A Mathematical Model for Predicting In Vitro Stem Cell Proliferation Kinetics.

Abstract

Over 150 active clinical trials of mesenchymal stem cell therapies are underway, testing the efficacy in enhancing solid organ and islet transplant, hematopoetic stem cell transplants or in tissue regenerative strategies with a majority utilizing autologous stem cells. With a number of co-morbidities present in the targeted host, reports have identified adverse effects of these comorbidities such as diabetes, prior radiation, to reduce the ability to sufficiently expand the desired clinical stem cell dose, forcing the recipient to utilize third party donors, carrying the risk of allosensitization. Using mathematical modeling, we developed a method to predict with greater than 90% certainty, the number of cells which would be obtained after full 6-passage ex vivo expansion. Methods: 42 healthy juvenile rhesus macaques, 13 cynomolgus macaques and three human mesenchymal stem cell preparations were ex vivo expanded. A power-law mathematical model was applied to the proliferation data of naïve MSCs in the early days of expansion to predict the fold increase in the stem cell population at a future time point.
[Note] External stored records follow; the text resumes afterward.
@dataclass(frozen=True)
class ExpectedSignal(Described):
    """What a velocity hypothesis predicts for one scan in one apparatus (see module docstring).

    All amplitudes are in the apparatus's unit (fringe or Δν/ν) and are *amplitudes* of the 2θ
    term; the ``*_peak_to_peak`` properties are twice as large.  Phases are table angles in
    degrees, ``[0, 180)``, such that the term is ``A cos(2(θ − φ))``; they are None when the
    site has no reference-mark azimuth (or a lab wind has no direction).

    Attributes
    ----------
    apparatus, site
        Inputs (site None for a lab-frame hypothesis without one).
    hypothesis, hypothesis_label
        :func:`nullfit.hypothesis.velocities.parse_velocity` spec and a readable description.
    frame
        ``"sky"`` (velocity projected at site and time) or ``"lab"`` (fixed in-plane wind).
    speed_override_m_s
        Speed imposed on the preset's direction, if any.
    n_times, start_unix, end_unix, duration_s
        The scan's samples and time span (start/end None without absolute time).
    speed_mean_m_s
        Mean full (3-D) speed of the hypothesis over the scan (lab: the in-plane speed).
    speed_h_mean_m_s, speed_h_min_m_s, speed_h_max_m_s
        In-plane speed ``v_h`` over the scan.
    mean_amplitude, amplitude_min, amplitude_max
        ``⟨A(t)⟩`` and its range.
    coherent_amplitude, coherent_c2, coherent_s2, coherent_phase_deg
        The phase-coherent mean ``⟨c₂ + i s₂⟩`` — what a fit measures (c₂, s₂ include the
        apparatus's readout sign).
    n_nodes
        Number of times at which the sky geometry was evaluated (None for a lab wind).
    """

    apparatus: Apparatus
    site: Site | None
    hypothesis: str
    hypothesis_label: str
    frame: str
    speed_override_m_s: float | None
    n_times: int
    start_unix: float | None
    end_unix: float | None
    duration_s: float | None
    speed_mean_m_s: float
    speed_h_mean_m_s: float
    speed_h_min_m_s: float
    speed_h_max_m_s: float
    mean_amplitude: float
    amplitude_min: float
    amplitude_max: float
    coherent_amplitude: float
    coherent_c2: float | None
    coherent_s2: float | None
    coherent_phase_deg: float | None
    n_nodes: int | None

    # ---------------------------------------------------------------- derived values
    @property
    def unit(self) -> str:
        return self.apparatus.unit

    @property
    def amplitude(self) -> float:
        """The expected 2θ amplitude to set against a bound: the phase-coherent one."""
        return self.coherent_amplitude

    @property
    def peak_to_peak(self) -> float:
        """Peak-to-peak of :attr:`amplitude` (shift between orientations 90° apart)."""
        return peak_to_peak(self.coherent_amplitude)

    @property
    def coherent_peak_to_peak(self) -> float:
        return peak_to_peak(self.coherent_amplitude)

    @property
    def mean_peak_to_peak(self) -> float:
        return peak_to_peak(self.mean_amplitude)

    @property
    def coherence(self) -> float:
        """``coherent_amplitude / mean_amplitude`` in [0, 1]: 1 if the wind axis does not turn."""
        return _safe_ratio(self.coherent_amplitude, self.mean_amplitude)

    def ratio(self, amplitude_upper: float, *, which: str = "coherent") -> float:
        """Expected **amplitude** / upper limit on the **amplitude** (like with like).

        Equal to the ratio of the two peak-to-peak values.  ``which="mean"`` uses the mean
        instantaneous amplitude instead of the coherent one.
        """
        a_up = float(amplitude_upper)
        if not a_up > 0:
            raise ValueError("amplitude_upper must be positive")
        if which == "coherent":
            return self.coherent_amplitude / a_up
        if which == "mean":
            return self.mean_amplitude / a_up
        raise ValueError(f"which must be 'coherent' or 'mean', not {which!r}")

    @property
    def reference_speed_m_s(self) -> float:
        """Speed that :meth:`speed_bound` scales: the hypothesis's mean 3-D speed (lab: in-plane)."""
        return self.speed_mean_m_s

    def speed_bound(self, amplitude_upper: float) -> float:
        """Upper limit on the hypothesis's speed, direction history kept.

        Every predicted amplitude scales as speed², so scaling the velocity by ``s`` scales
        the coherent amplitude by ``s²``: the bound is
        ``reference_speed_m_s · sqrt(A_up / coherent_amplitude)``.  For a lab wind this equals
        :meth:`nullfit.apparatus.Apparatus.speed_bound`.
        """
        a_up = float(amplitude_upper)
        if a_up < 0:
            raise ValueError("amplitude_upper must be non-negative")
        return self.reference_speed_m_s * math.sqrt(_safe_ratio(a_up, self.coherent_amplitude))

    def rms_bound(self, amplitude_upper: float) -> float:
        """Upper limit on ``|β − δ − ½|`` (Robertson–Mansouri–Sexl): ``½ A_up / coherent_amplitude``.

        Meaningful when the hypothesis is the lab's velocity relative to the preferred frame
        (e.g. ``cmb+orbital+earth-rotation``).
        """
        a_up = float(amplitude_upper)
        if a_up < 0:
            raise ValueError("amplitude_upper must be non-negative")
        return 0.5 * _safe_ratio(a_up, self.coherent_amplitude)

    # ---------------------------------------------------------------- description
    def to_dict(self) -> dict:
        return {
            "hypothesis": self.hypothesis,
            "hypothesis_label": self.hypothesis_label,
            "frame": self.frame,
            "speed_override_m_s": self.speed_override_m_s,
            "unit": self.unit,
            "amplitude": self.coherent_amplitude,
            "peak_to_peak": self.coherent_peak_to_peak,
            "coherent_amplitude": self.coherent_amplitude,
            "coherent_peak_to_peak": self.coherent_peak_to_peak,
            "coherent_c2": self.coherent_c2,
            "coherent_s2": self.coherent_s2,
            "coherent_phase_deg": self.coherent_phase_deg,
            "mean_amplitude": self.mean_amplitude,
            "mean_peak_to_peak": self.mean_peak_to_peak,
            "amplitude_min": self.amplitude_min,
            "amplitude_max": self.amplitude_max,
            "coherence": self.coherence,
            "speed_mean_m_s": self.speed_mean_m_s,
            "speed_h_mean_m_s": self.speed_h_mean_m_s,
            "speed_h_min_m_s": self.speed_h_min_m_s,
            "speed_h_max_m_s": self.speed_h_max_m_s,
            "n_times": self.n_times,
            "start_unix": self.start_unix,
            "end_unix": self.end_unix,
            "start_utc": _iso(self.start_unix),
            "end_utc": _iso(self.end_unix),
            "duration_s": self.duration_s,
            "n_nodes": self.n_nodes,
            "apparatus": self.apparatus.to_dict(),
            "site": None if self.site is None else self.site.to_dict(),
        }

    def __repr__(self) -> str:
        return (f"ExpectedSignal({self.hypothesis_label}: amplitude {self.amplitude:.4g} {self.unit}, "
                f"peak-to-peak {self.peak_to_peak:.4g})")

    def summary(self) -> Summary:
        u = self.unit
        rows = [
            ("hypothesis", self.hypothesis, ""),
            ("frame", self.frame, ""),
        ]
        if self.speed_override_m_s is not None:
            rows.append(("speed imposed on the preset", self.speed_override_m_s, "m/s"))
        if self.start_unix is not None:
            rows.append(("scan start", _iso(self.start_unix), "UTC"))
        if self.duration_s is not None:
            rows.append(("scan duration", self.duration_s, "s"))
        rows += [
            ("mean speed (3-D)" if self.frame == "sky" else "in-plane speed", self.speed_mean_m_s, "m/s"),
            ("in-plane speed v_h, mean", self.speed_h_mean_m_s, "m/s"),
            ("in-plane speed v_h, min / max", f"{self.speed_h_min_m_s:.6g} / {self.speed_h_max_m_s:.6g}", "m/s"),
            ("expected amplitude, phase-coherent (a fit measures this)", self.coherent_amplitude, u),
            ("expected peak-to-peak, phase-coherent (2 × amplitude)", self.coherent_peak_to_peak, u),
            ("mean instantaneous amplitude", self.mean_amplitude, u),
            ("mean instantaneous peak-to-peak (2 × amplitude)", self.mean_peak_to_peak, u),
            ("coherence (coherent / mean amplitude)", self.coherence, ""),
            ("phase φ of predicted (c₂, s₂), table angle", self.coherent_phase_deg, "deg"),
            ("c₂ (phase-coherent)", self.coherent_c2, u),
            ("s₂ (phase-coherent)", self.coherent_s2, u),
        ]
        notes = [
            "term = A cos(2(θ − φ)); peak-to-peak between orientations 90° apart = 2 × amplitude; "
            "with readout sign +1, φ is the table angle at which arm 1 lies along the wind axis",
            f"apparatus: L = {self.apparatus.arm_length_m} m (effective), λ = {self.apparatus.wavelength_m} m, "
            f"signal {self.apparatus.signal}, readout sign {self.apparatus.readout_sign:+d}",
            self.hypothesis_label,
        ]
        if self.frame == "sky" and self.site is not None and not self.site.has_mark:
            notes.append("site has no reference-mark azimuth: amplitudes only, no table-frame phase")
        if self.n_nodes is not None and self.n_nodes < self.n_times:
            notes.append(f"sky geometry evaluated at {self.n_nodes} nodes, linearly interpolated to {self.n_times} samples")
        sections = () if self.site is None else (self.site.summary(),)
        return Summary(title="Expected signal", rows=tuple(rows), notes=tuple(notes), sections=sections)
Based on normal distribution, coefficients in the power law model were determined via the solution of a system of coupled equations. Results: Prospective validation of the predictive model was verified at two different laboratories, (n=7) and (n=6) with healthy macaques. The under-predicting ratios were as follows: at day 20, 8±0.04%, at day 30, 15±0.06%, at day 60, 23±0.13% and at day 90, 39±0.16%, demonstrating a lack of underprediction for determining expanded stem cell doses when inputting day 10 expansion data. Using a confounded data set with nonhuman primates showing comorbidities, the model was also verified in streptozocin-induced diabetic (n=6) and irradiated (n=24) macaques as well as healthy human MSC populations (n=3) with similar predicting power. Conclusion: With early day 10 expansion data, this model consistently predicts the minimum number of MSC obtained over a period of 3-12 weeks in both healthy and diseased hosts. With the ability to predict the numbers of stem cells obtained over time in order to cryopreserve adequate autologous stem cell doses, this method, has the potential to enable autologous therapies for subjects which were previously not considered as viable candidates minimizing the risk of mesenchymal stem cell-based therapies.